(Your task) Could you copy every line of the data that contains "expect"?

(Records supplied)
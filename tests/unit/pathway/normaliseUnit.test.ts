import { describe, expect, it } from 'vitest'
import { ANALYTE_DEFS, normaliseUnit } from '../../../shared/pathway'

// The walk over every analyte's units that normaliseUnit did on each call before its spellings were
// kept in a map: the reference the map must agree with, spelling for spelling.
function walked(unit: string): string {
  const key = unit.trim().replace(/[µμ]/g, 'u').toLowerCase()
  for (const def of Object.values(ANALYTE_DEFS)) {
    for (const u of Object.keys(def.units)) if (u.replace('µ', 'u').toLowerCase() === key) return u
  }
  return unit.trim()
}

describe("a laboratory's spelling of a unit", () => {
  it(
    'when every accepted unit is spelt in upper and lower case, with µ, μ or u and padded, ' +
      'then the stored spelling is the same as before',
    () => {
      const spellings = Object.values(ANALYTE_DEFS).flatMap((d) =>
        Object.keys(d.units).flatMap((u) => [
          u,
          u.toUpperCase(),
          u.toLowerCase(),
          u.replace('µ', 'μ'),
          u.replace('µ', 'u'),
          ` ${u.replace('µ', 'U')} `,
        ]),
      )
      expect(spellings.length).toBeGreaterThan(40)
      for (const s of spellings) expect(normaliseUnit(s), s).toBe(walked(s))
      expect(normaliseUnit('umol/l')).toBe('µmol/L')
      expect(normaliseUnit('G/DL')).toBe('g/dL')
    },
  )

  it('when a unit is not one Ferrolane accepts, then it comes back trimmed and unchanged', () => {
    for (const s of [' mg/dl/h ', 'mmol', '', 'μg', 'µµmol/L']) expect(normaliseUnit(s), s).toBe(walked(s))
    expect(normaliseUnit(' furlongs ')).toBe('furlongs')
  })
})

(Result of the task)
import { describe, expect, it } from 'vitest'
      expect(spellings.length).toBeGreaterThan(40)
      for (const s of spellings) expect(normaliseUnit(s), s).toBe(walked(s))
      expect(normaliseUnit('umol/l')).toBe('µmol/L')
      expect(normaliseUnit('G/DL')).toBe('g/dL')
    for (const s of [' mg/dl/h ', 'mmol', '', 'μg', 'µµmol/L']) expect(normaliseUnit(s), s).toBe(walked(s))
    expect(normaliseUnit(' furlongs ')).toBe('furlongs')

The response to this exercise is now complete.